Blerv wrote:
PS: In the event it wasn't made clear enough, laptops suck but are tolerable as a necessary evil. Expensive laptops suck more. Gaming laptops suck so bad that makers should be imprisoned for extorting money from n00bs with more credit line than sense.
Were all the laptops you've worked with
that ******?

I'm typing this from my 13 inch MacBook Air, and I can seriously say I could use this laptop all day, every day, without suffering from RSI or getting urges to jump down bridges
However, most (especially cheaper) manufacturers seem to skimp on the 3 things that matter the most, just to save a buck or two:
1. screen
2. keyboard
3. touchpad
Most laptops ship with ****** screens. They're mostly WAY too glossy, WAY too dim, the colors suck, and the person who allowed 15.6 inch notebooks to ship with just 1366x768 pixels should be thrown in prison for life. If I'm buying a BIG laptop, I want to display MORE CONTENT, not the same content, but just bigger. Good screens should be anti-glare (matte) or at least not overly glossy (my MacBook Pro can be a real mirror at times, but my MacBook Air hardly reflects, even though its display is glossy), be sufficiently bright, have decent viewing angles, decent color accuracy ( >60% of Adobe RGB would be nice), and decent resolution. My MacBook Pro has 1280x800 on 13 inch, which to me is on the low side. My MacBook Air has 1440x900 on the same 13 inch, which is actually really nice.

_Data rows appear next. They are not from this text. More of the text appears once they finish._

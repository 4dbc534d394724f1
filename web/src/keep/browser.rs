//! The browser's database, its promise to last, and word to other tabs.

use std::cell::RefCell;
use std::rc::Rc;

use bridge::{Kept, Refused};
use rexie::{ObjectStore, Rexie, Store, TransactionMode};
use wasm_bindgen::prelude::*;
use wasm_bindgen_futures::JsFuture;
use web_sys::{BroadcastChannel, MessageEvent};

use super::Why;

const DATABASE: &str = "linehut";
const STORE: &str = "kept";
/// The record that holds everything.
const NOW: &str = "now";
/// Where a record that cannot be read is laid aside.
const DAMAGED: &str = "damaged";

/// The database. A handle: a clone is the same database.
#[derive(Clone)]
pub struct Storage(Rc<RefCell<Rc<Rexie>>>);

/// What was found.
pub struct Found {
    /// What was kept.
    pub kept: Kept,
    /// Whether something could not be read.
    pub damaged: bool,
}

impl Storage {
    /// Opens the database, and makes it where there is none.
    pub async fn open() -> Result<Self, Why> {
        Ok(Self(Rc::new(RefCell::new(connect().await?))))
    }

    /// Reads the record. One that is damaged is laid aside, and an empty one stands in.
    pub async fn read(&self) -> Result<Found, Why> {
        let database = self.0.borrow().clone();
        let transaction = database.transaction(&[STORE], TransactionMode::ReadWrite).map_err(why)?;
        let store = transaction.store(STORE).map_err(why)?;
        let found = match stored(&store).await? {
            Ok(kept) => Found { kept, damaged: false },
            Err((Refused::Newer { .. }, _)) => return Err(Why::Newer),
            Err((_, raw)) => {
                store.put(&raw, Some(&DAMAGED.into())).await.map_err(why)?;
                store.delete(NOW.into()).await.map_err(why)?;
                Found { kept: Kept::default(), damaged: true }
            }
        };
        transaction.done().await.map_err(why)?;
        Ok(found)
    }

    /// Puts what changed from `base` to `next` into the record.
    ///
    /// Browsers drop a connection at times, as when a phone sleeps: it is opened again, once.
    pub async fn write(&self, base: &Kept, next: &Kept) -> Result<(), Why> {
        let database = self.0.borrow().clone();
        match put(&database, base, next).await {
            Err(Why::Refused) => {
                let database = connect().await?;
                self.0.replace(Rc::clone(&database));
                put(&database, base, next).await
            }
            done => done,
        }
    }
}

async fn connect() -> Result<Rc<Rexie>, Why> {
    let built = Rexie::builder(DATABASE).version(1).add_object_store(ObjectStore::new(STORE)).build().await;
    built.map(Rc::new).map_err(why)
}

async fn put(database: &Rexie, base: &Kept, next: &Kept) -> Result<(), Why> {
    let transaction = database.transaction(&[STORE], TransactionMode::ReadWrite).map_err(why)?;
    let store = transaction.store(STORE).map_err(why)?;
    let kept = match stored(&store).await? {
        Ok(there) => there.with_changes(base, next),
        Err((Refused::Newer { .. }, _)) => return Err(Why::Newer),
        Err((_, raw)) => {
            store.put(&raw, Some(&DAMAGED.into())).await.map_err(why)?;
            next.clone()
        }
    };
    let value = bridge::browser::to_value(&kept).map_err(|_| Why::Refused)?;
    store.put(&value, Some(&NOW.into())).await.map_err(why)?;
    transaction.done().await.map_err(why)?;
    Ok(())
}

/// The record as it is: read, or refused with what is there.
async fn stored(store: &Store) -> Result<Result<Kept, (Refused, JsValue)>, Why> {
    let Some(value) = store.get(NOW.into()).await.map_err(why)? else { return Ok(Ok(Kept::default())) };
    Ok(bridge::browser::of_value(value.clone()).map_err(|refused| (refused, value)))
}

#[allow(clippy::needless_pass_by_value, reason = "given to map_err")]
fn why(error: rexie::Error) -> Why {
    // The libraries pass on the browser's exception only inside their own text.
    if format!("{error:?}{error}").contains("QuotaExceeded") { Why::Full } else { Why::Refused }
}

/// Word from and to other tabs of this page.
pub struct Tabs(BroadcastChannel);

impl Tabs {
    /// Calls `changed` whenever another tab has kept something. `None` where the browser has no such channel.
    pub fn listen(changed: impl Fn() + 'static) -> Option<Self> {
        let channel = BroadcastChannel::new(DATABASE).ok()?;
        let heard = Closure::<dyn Fn(MessageEvent)>::new(move |_| changed());
        channel.set_onmessage(Some(heard.as_ref().unchecked_ref()));
        // Listens as long as the page is open.
        heard.forget();
        Some(Self(channel))
    }

    /// Tells the other tabs.
    pub fn tell(&self) {
        // A tab that cannot be told still loses nothing: it only sees the change later.
        let _ = self.0.post_message(&"changed".into());
    }
}

/// Whether the browser promised not to clear what is kept. `None` where it does not say.
pub async fn is_lasting() -> Option<bool> {
    promised(manager()?.persisted().ok()?).await
}

/// Asks the browser not to clear what is kept.
pub async fn ask_to_last() -> Option<bool> {
    promised(manager()?.persist().ok()?).await
}

fn manager() -> Option<web_sys::StorageManager> {
    let manager = web_sys::window()?.navigator().storage();
    // Absent over plain http, though the type says it is always there.
    (!manager.is_undefined()).then_some(manager)
}

async fn promised(answer: js_sys::Promise) -> Option<bool> {
    JsFuture::from(answer).await.ok()?.as_bool()
}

Most cheaper laptops have ****** keyboards. They flex as ****, have crappy layouts just to cramp in a few more keys, the keys are mushy, and non-backlit. Most of the time, the keyboard is also placed off-center, so you're never right in front of your screen. Both my Macs and every decent Thinkpad or Latitude I've worked with had a decent keyboard, often backlit (or a thinklight), centered, with good tactile feedback and a simple layout that actually makes sense.

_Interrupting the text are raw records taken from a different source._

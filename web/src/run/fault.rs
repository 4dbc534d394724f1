//! What a short circuit of the run would draw out of the bank, in a line. Pure.

use engine::check::{Check, Sense};
use engine::quantity::{Amps, Quantity};
use engine::run::{Ask, Requirement, Sizing};
use engine::show;
use engine::unit::Unit;

/// The judged fault, its line, and what that rests on. `None` where the bank drives none, or not enough is known to say one.
pub fn fault(ask: &Ask, found: &Sizing) -> Option<(Check<Requirement>, String, String)> {
    let check = Requirement::BankFault.check(ask)?;
    let (words, rests) = line(ask, found, &check)?;
    Some((check, words, rests))
}

/// A fault current to three figures: its inputs are known no better.
pub fn about(amps: Amps) -> String {
    let step = 10f64.powf((amps.get().abs().log10().floor() - 2.0).max(0.0));
    show::given(Amps::new((amps.get() / step).round() * step).amount())
}

fn line(ask: &Ask, found: &Sizing, check: &Check<Requirement>) -> Option<(String, String)> {
    let fault = found.fault?;
    let (drives, device) = (fault.at_breaker.greatest, found.protection.protects.word());
    let opens = match ask.interrupting.typed() {
        None => format!("ask for a {device} that opens that"),
        Some(rating) if rating < drives => {
            format!("this {device} opens {} at these volts: breaks", show::given(rating.amount()))
        }
        Some(rating) => format!("this {device} opens {} at these volts: enough", show::given(rating.amount())),
    };
    let rests = match ask.bank_resistance.typed() {
        Some(ohms) => {
            let milli = engine::quantity::Amount { number: ohms.get() * 1000.0, unit: Unit::Milliohm };
            format!("By its resistance of {}, full.", show::given(milli))
        }
        None => "Assumed: a bank of some 400 Ah, new, warm and full; a larger one drives more.".to_owned(),
    };
    let far = format!(
        "At the far end {} to {}, the least from an old, cold, low bank.",
        about(fault.at_far_end.least),
        about(fault.at_far_end.greatest)
    );
    let also = also_breaks(check, device).unwrap_or_default();
    Some((format!("The bank can drive {} here; {opens}.{also}", about(drives)), format!("{rests} {far}")))
}

/// What breaks besides the interrupting rating, if that is the worst.
fn also_breaks(check: &Check<Requirement>, device: &str) -> Option<String> {
    let (value, limit) = check.value.zip(check.limit)?;
    let broken = check.room()?.number < 0.0;
    match (broken, limit.sense, value.unit) {
        (true, Sense::AtLeast, _) => {
            let (least, opening) = show::apart(value, limit.amount);
            Some(format!(" The least is {least}, and the {device} opens from {opening}: breaks."))
        }
        (true, Sense::AtMost, Unit::Second) => {
            let (takes, bears) = show::apart(value, limit.amount);
            Some(format!(" The {device} takes {takes}, and the conductor lives {bears}: breaks."))
        }
        _ => None,
    }
}

#[cfg(test)]
mod tests {
    use super::*;
    use crate::testing::{Rows, plain};
    use engine::check::Verdict;
    use engine::field::Field;
    use engine::run::size;

    const MAIN: &[(Field, &str)] = &[
        (Field::RunKind, "bank"),
        (Field::CodeFamily, "iec"),
        (Field::RunCurrent, "100"),
        (Field::RunVoltage, "48"),
        (Field::RunLength, "1.5"),
        (Field::BankResistance, "5"),
    ];

    #[track_caller]
    fn of_rows(more: &[(Field, &str)]) -> (Verdict, String, String) {
        let rows = [MAIN, more].concat();
        let ask = Ask::read(&Rows(&rows));
        let (check, line, rests) = fault(&ask, &size(&ask).expect("it is sized")).expect("the bank drives a fault");
        (check.verdict, plain(&line), plain(&rests))
    }

    /// By hand: 1.15 · 48 V over 5 mΩ = 11 040 A.
    #[test]
    fn the_line_says_what_the_bank_drives_and_what_opens() {
        let (verdict, line, rests) = of_rows(&[(Field::InterruptingRating, "6 kA")]);
        assert_eq!(verdict, Verdict::Breaks);
        assert_eq!(line, "The bank can drive 11 000 A here; this breaker opens 6000 A at these volts: breaks.");
        assert!(rests.starts_with("By its resistance of 5 mΩ, full. At the far end "), "{rests}");
        let (verdict, line, _) = of_rows(&[(Field::InterruptingRating, "20 kA")]);
        assert_eq!(verdict, Verdict::Close);
        assert!(line.ends_with("opens 20 000 A at these volts: enough."), "{line}");
        let (verdict, line, rests) = of_rows(&[(Field::BreakerType, "fuse"), (Field::BankResistance, "")]);
        assert_eq!(verdict, Verdict::Asks);
        assert!(line.ends_with("ask for a fuse that opens that."), "{line}");
        assert!(rests.starts_with("Assumed: a bank of some 400 Ah"), "{rests}");
    }

    #[test]
    fn a_fault_too_weak_to_open_the_breaker_is_said() {
        let more = [(Field::InterruptingRating, "20 kA"), (Field::RunLength, "400"), (Field::ConductorSize, "50")];
        let (verdict, line, _) = of_rows(&more);
        assert_eq!(verdict, Verdict::Breaks);
        assert!(line.ends_with("and the breaker opens from 145 A: breaks."), "{line}");
    }

    #[test]
    fn fault_currents_have_three_figures() {
        let shown = |amps| plain(&about(Amps::new(amps)));
        assert_eq!((shown(7666.7), shown(11_040.0)), ("7670 A".to_owned(), "11 000 A".to_owned()));
        assert_eq!((shown(85.34), shown(0.0)), ("85 A".to_owned(), "0 A".to_owned()));
    }
}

Touchpads are mostly ******. They are too small, not very responsive, have weird 'scrolling zones' or multitouch gestures that just don't work. The buttons are mushy, and all in all they're just a pain to work with. Then there are a few manufacturers, Apple being one of them, who manage to ship notebooks that actually have decent touchpads. In fact, I hated trackpads back when I used PC laptops. After I bought my first Mac, the touchpad began to grow on me. Now, eight years later, I have Apple's Magic Trackpad on my desk, cause I like it better than a mouse (please note that Mac OSX Lion has quite a few multitouch gestures that really make things easier, but you can't do those on your Logitech mouse ).
Contrary to what most cheaper manufacturers make us believe, most of us don't need the fastest Intel quadcore CPU. My MacBook Air has an ultra-low voltage dualcore Core i7 running at a mere 1.7GHz. Certainly not Intel's fastest CPU. But it can handle everything I throw at it, from video transcoding to RAW image processing to compiling to medium-heavy virtualization. Why would I want a faster CPU, if that would mean getting a crappy display, sucky keyboard or a frustratingly small touchpad?

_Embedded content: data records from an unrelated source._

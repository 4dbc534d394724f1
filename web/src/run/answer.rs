//! The answer of the Run tool, worded and drawn. Pure.

use engine::check::{Check, Cost, FieldSet, Verdict};
use engine::entry::Entry;
use engine::field::Field;
use engine::pad::Pad;
use engine::quantity::{Amount, Quantity};
use engine::run::{Ask, BreakerType, Candidate, Drop, Kind, Precharge, Requirement, Sizing, reach, size};
use engine::show;
use engine::unit::Unit;

use super::{TOOL, bars, truck};
use crate::answer::{Answer, Offer, besides};
use crate::check_row::against;
use crate::form::{as_entered, names};
use crate::pads::Typed;

/// The requirements that choose a conductor and its breaker, the drop last.
pub const CHOOSING: [Requirement; 3] = [Requirement::Ampacity, Requirement::Protection, Requirement::Drop];

/// What the answer waits for.
pub fn missing(ask: &Ask) -> FieldSet {
    if truck::asked(ask) {
        return reach(ask).err().unwrap_or_default();
    }
    size(ask).err().unwrap_or_default()
}

/// The worst of what chooses conductor and breaker.
pub fn on_top(ask: &Ask) -> Option<Check<Requirement>> {
    worst_of(&CHOOSING, ask)
}

/// The worst of some requirements.
pub fn worst_of(requirements: &[Requirement], ask: &Ask) -> Option<Check<Requirement>> {
    let checks = requirements.iter().filter_map(|one| one.check(ask));
    checks.min_by(Check::order)
}

/// The answer to what was typed into `pad`.
pub fn answer(pad: &impl Pad, ask: &Ask) -> Option<Answer> {
    if truck::asked(ask) {
        return Some(truck::answer(pad, ask));
    }
    let found = size(ask);
    let checks: Vec<Check<Requirement>> = Requirement::ALL.iter().filter_map(|one| one.check(ask)).collect();
    let top = on_top(ask);
    let (verdict, cost) = top.map_or((Verdict::Asks, Cost::Hazard), |check| (check.verdict, check.cost));
    let sizing = found.as_ref().ok();
    let conductor = sizing.and_then(|sizing| sizing.conductor);
    let (number, unit) = conductor.map_or_else(|| (show::NONE.to_owned(), ""), in_two);
    Some(Answer {
        of: of(pad, ask, sizing),
        number,
        unit: unit.into(),
        verdict,
        cost,
        says: match &found {
            Ok(sizing) => says(sizing, ask, top.as_ref()),
            Err(missing) if missing.is_empty() => {
                "No standard breaker is large enough: divide the load over several runs.".to_owned()
            }
            Err(missing) => format!("Waits for {}.", waits_for(*missing)),
        },
        most: sizing.map(breaker),
        rests: top.as_ref().and_then(rests),
        besides: besides(&checks, top.map(|check| check.id), Requirement::name),
        bar: Some(bars::amps(sizing, &checks)),
        second: bars::drop(sizing, &checks),
        offer: offer(ask, &checks),
    })
}

/// "2 × 500" and "kcmil": the unit is set smaller.
fn in_two(conductor: Candidate) -> (String, &'static str) {
    let text = conductor.to_string();
    let units = ["AWG", "kcmil", "mm²"].into_iter();
    let parts = units.filter_map(|unit| Some((text.strip_suffix(unit)?.trim_end().to_owned(), unit))).next();
    parts.unwrap_or((text, ""))
}

/// Amperes or watts: either will do.
fn waits_for(missing: FieldSet) -> String {
    names(missing).replace(Field::RunCurrent.name(), "Current or Power")
}

/// Where an inverter would be closed straight onto the bank, one tap says that a resistor goes first.
fn offer(ask: &Ask, checks: &[Check<Requirement>]) -> Option<Offer> {
    let broken = checks.iter().any(|check| check.id == Requirement::Precharge && check.verdict == Verdict::Breaks);
    (broken && ask.precharged == Entry::Blank).then(|| Offer {
        words: "Charge it through a resistor first".to_owned(),
        fill: vec![((TOOL, Field::Precharged), Typed { text: "yes".to_owned(), unit: None })],
    })
}

fn of(pad: &impl Pad, ask: &Ask, sizing: Option<&Sizing>) -> String {
    let Some(kind) = ask.kind.typed() else { return "Conductor and breaker of a run".to_owned() };
    let (from, to) = kind.ends();
    let mut text = format!("{from} to {to}");
    if let Some(length) = as_entered(pad, Field::RunLength) {
        text = format!("{text}, {length} one way");
    }
    if let Some(sizing) = sizing {
        text = format!("{text}, {} flows", show::computed(sizing.load.working.amount()));
    }
    let mut letters = text.chars();
    letters
        .next()
        .map_or_else(String::new, |first| std::iter::once(first.to_ascii_uppercase()).chain(letters).collect())
}

/// "Breaker 100 A".
fn breaker(sizing: &Sizing) -> String {
    let protection = &sizing.protection;
    let what = if protection.protects == BreakerType::Fuse { "Fuse" } else { "Breaker" };
    format!("{what} {}", show::given(protection.rating.amount()))
}

fn says(sizing: &Sizing, ask: &Ask, top: Option<&Check<Requirement>>) -> String {
    let Some(conductor) = sizing.conductor else {
        return "Not even six of the thickest side by side hold. Shorten it, raise the voltage, or divide the load over \
                several runs."
            .to_owned();
    };
    let mut parts = Vec::new();
    if let Some(check) = top.filter(|check| check.verdict == Verdict::Breaks) {
        parts.push(format!("{}: {}.", check.id.name(), against(check)));
    }
    parts.push(sizing.drop.as_ref().map_or_else(|| asks_for_drop(ask), loses));
    if conductor.parallel > 1 && !sizing.entered {
        parts.push("One alone is not enough: equal ones side by side for each pole.".to_owned());
    }
    parts.join(" ")
}

/// "Loses 0.26 V (0.5 %), 11 mV a cell of 2 V, 20.8 W as heat."
fn loses(drop: &Drop) -> String {
    let per_cell = drop.per_cell.map_or_else(String::new, |volts| {
        let milli = Amount { number: volts.get() * 1000.0, unit: Unit::Millivolt };
        format!(", {} a cell of 2 V", show::computed(milli))
    });
    format!(
        "Loses {} ({}){per_cell}, {} as heat.",
        show::computed(drop.volts.amount()),
        show::computed(drop.part.amount()),
        show::computed(drop.lost.amount())
    )
}

fn asks_for_drop(ask: &Ask) -> String {
    let mut missing = FieldSet::default();
    for (field, is) in
        [(Field::RunVoltage, ask.voltage.typed().is_none()), (Field::RunLength, ask.length.typed().is_none())]
    {
        if is {
            missing.insert(field);
        }
    }
    format!("Enter {} for the drop.", names(missing))
}

/// What it rests on, where something was assumed.
pub fn rests(check: &Check<Requirement>) -> Option<String> {
    let close = check.verdict == Verdict::Close && !check.assumed.is_empty();
    close.then(|| format!("Close until that is confirmed: {}.", names(check.assumed)))
}

/// What else there is to say of a check, under its name.
pub fn note(ask: &Ask, requirement: Requirement) -> Option<String> {
    match requirement {
        Requirement::Poles => Some(
            match ask.kind.typed()? {
                Kind::DcBranch | Kind::DcFeeder => "Current flows one way here, from the bank to the loads.",
                _ => "Current, or a fault’s current, flows both ways here: a polarised breaker opens only one of them.",
            }
            .to_owned(),
        ),
        Requirement::Precharge => size(ask).ok()?.precharge.as_ref().map(precharge),
        _ => None,
    }
}

/// How to charge an inverter's capacitors before its breaker is closed.
pub fn precharge(how: &Precharge) -> String {
    format!(
        "Hold {} across the open breaker for {}, then close it. The resistor sees {} for a moment.",
        show::given(how.resistor.amount()),
        show::computed(how.wait.amount()),
        show::computed(how.resistor_peak.amount())
    )
}

#[cfg(test)]
pub mod tests {
    use super::*;
    use crate::span_bar::geometry::Stand;
    use crate::testing::{Rows, plain};

    /// The answer to some rows.
    #[track_caller]
    pub fn of_rows(rows: &[(Field, &str)]) -> Answer {
        answer(&Rows(rows), &Ask::read(&Rows(rows))).expect("there is always an answer")
    }

    /// Four 30 A controllers on one plate, one 2 AWG to the bank (common practice, no source): 120 A, 150 A with the
    /// continuous rule, against 115 A of its 75 °C column.
    const PLATE: &[(Field, &str)] = &[
        (Field::RunKind, "controller"),
        (Field::CodeFamily, "north-america"),
        (Field::RunCurrent, "120"),
        (Field::RunVoltage, "12"),
        (Field::RunLength, "3 ft"),
    ];

    #[test]
    fn four_entries_name_conductor_breaker_and_drop() {
        let answer = of_rows(PLATE);
        assert_eq!(plain(&answer.of), "Controller to bus, 3 ft one way, 120.0 A flows");
        assert_eq!((answer.number.as_str(), answer.unit.as_ref()), ("1/0", "AWG"));
        assert_eq!(answer.most.as_deref().map(plain).as_deref(), Some("Breaker 150 A"));
        // By hand: 6 ft of 0.122 Ω a thousand feet at 75 °C, at 60 °C 0.116: 120 A lose 0.084 V, 10 W; of six cells each
        // 14 mV.
        let says = plain(&answer.says);
        assert_eq!(says, "Loses 0.08 V (0.7 %), 13.9 mV a cell of 2 V, 10.0 W as heat.");
        assert!(answer.second.is_some_and(|bar| bar.ruler.high.is_some_and(|post| plain(&post.shown) == "1 %")));
    }

    #[test]
    fn four_controllers_on_one_2_awg_break_and_picture_and_sentence_say_by_how_much() {
        let answer = of_rows(&[PLATE, &[(Field::ConductorSize, "2 AWG")]].concat());
        assert_eq!(answer.verdict, Verdict::Breaks);
        let says = plain(&answer.says);
        assert!(says.starts_with("Conductor carries the current: 115.0 A, needs 150 A."), "{says}");
        let bar = answer.bar.expect("a picture");
        assert_eq!(bar.ruler.geometry().high_post, Some(Stand::Snapped));
        assert_eq!(bar.room.as_deref().map(plain).as_deref(), Some("35.0 A"));
        let shown: Vec<String> =
            bar.ruler.marks.iter().map(|mark| format!("{} {}", plain(&mark.shown), mark.name)).collect();
        assert_eq!(shown, ["120.0 A flows", "150.0 A by rule"]);
    }

    /// 100 A flow in 2 AWG, which carries 115 A at its terminals: by the continuous rule it must carry 125 A.
    #[test]
    fn what_breaks_by_the_rule_alone_is_torn_in_the_picture_too() {
        let rows = [PLATE, &[(Field::ConductorSize, "2 AWG"), (Field::RunCurrent, "100")]].concat();
        let bar = of_rows(&rows).bar.expect("a picture");
        assert_eq!((bar.verdict, bar.ruler.geometry().high_post), (Verdict::Breaks, Some(Stand::Snapped)));
    }

    #[test]
    fn a_breaker_that_does_not_protect_is_the_picture() {
        let rows = [
            (Field::RunKind, "dc-branch"),
            (Field::RunCurrent, "5"),
            (Field::RunVoltage, "12"),
            (Field::ConductorSize, "1.5"),
            (Field::Breaker, "32"),
            (Field::RunLength, "2"),
        ];
        let bar = of_rows(&rows).bar.expect("a picture");
        assert_eq!(bar.ruler.high.as_ref().map(|post| post.name.as_str()), Some("protected up to"));
        assert_eq!(bar.ruler.geometry().high_post, Some(Stand::Snapped));
    }

    #[test]
    fn what_is_missing_is_named() {
        let answer = of_rows(&[(Field::RunKind, "inverter")]);
        assert_eq!(answer.number, show::NONE);
        assert_eq!(answer.says, "Waits for Current or Power.");
        assert_eq!(of_rows(&[]).says, "Waits for Kind of run and Current or Power.");
        let answer = of_rows(&[(Field::RunKind, "dc-branch"), (Field::RunCurrent, "5")]);
        assert_eq!(answer.says, "Enter Voltage and Length one way for the drop.");
        let answer = of_rows(&[(Field::RunKind, "dc-branch"), (Field::RunCurrent, "5..2")]);
        assert_eq!((answer.verdict, answer.number.as_str()), (Verdict::Asks, show::NONE));
    }

    #[test]
    fn where_nothing_holds_it_says_what_else_to_do() {
        let rows = [
            (Field::RunKind, "dc-feeder"),
            (Field::RunCurrent, "400"),
            (Field::RunVoltage, "12"),
            (Field::RunLength, "500"),
        ];
        let answer = of_rows(&rows);
        assert_eq!((answer.verdict, answer.number.as_str()), (Verdict::Breaks, show::NONE));
        assert!(answer.says.starts_with("Not even six"), "{}", answer.says);
    }

    #[test]
    fn where_one_is_not_enough_equal_ones_lie_side_by_side() {
        let rows = [PLATE, &[(Field::RunCurrent, "600")]].concat();
        let answer = of_rows(&rows);
        assert_eq!((answer.number.as_str(), answer.unit.as_ref()), ("2 × 500", "kcmil"));
        assert!(answer.says.ends_with("equal ones side by side for each pole."), "{}", answer.says);
    }

    #[test]
    fn one_tap_puts_a_resistor_before_an_inverter() {
        let rows = [
            (Field::RunKind, "inverter"),
            (Field::RunPower, "3000"),
            (Field::RunVoltage, "48"),
            (Field::RunLength, "2"),
        ];
        let answer = of_rows(&rows);
        assert_eq!(answer.besides.as_deref(), Some("Breaks as well: Closing onto empty capacitors."));
        let fill = answer.offer.expect("an offer").fill;
        assert_eq!(fill[0].0, (TOOL, Field::Precharged));
        let taken = of_rows(&[&rows[..], &[(Field::Precharged, &fill[0].1.text)]].concat());
        assert_eq!((taken.besides, taken.offer), (None, None));
    }
}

That being said, the best performance upgrade I've _ever_ done to my notebook is swapping out the harddisk for an SSD. Yes, they are expensive, but they're so **** fast I can't live without one now :p I still use 'spinning disks' for my 'slow storage', like movies/music/photos, but running your operating system, applications, and virtual machines off an SSD makes all the difference. It makes so much of a difference, that my boss (with his MacBook Pro with quadcore i7) actually preferred using MY laptop (MacBook Pro which only had an old Core 2 Duo, but it had an SSD).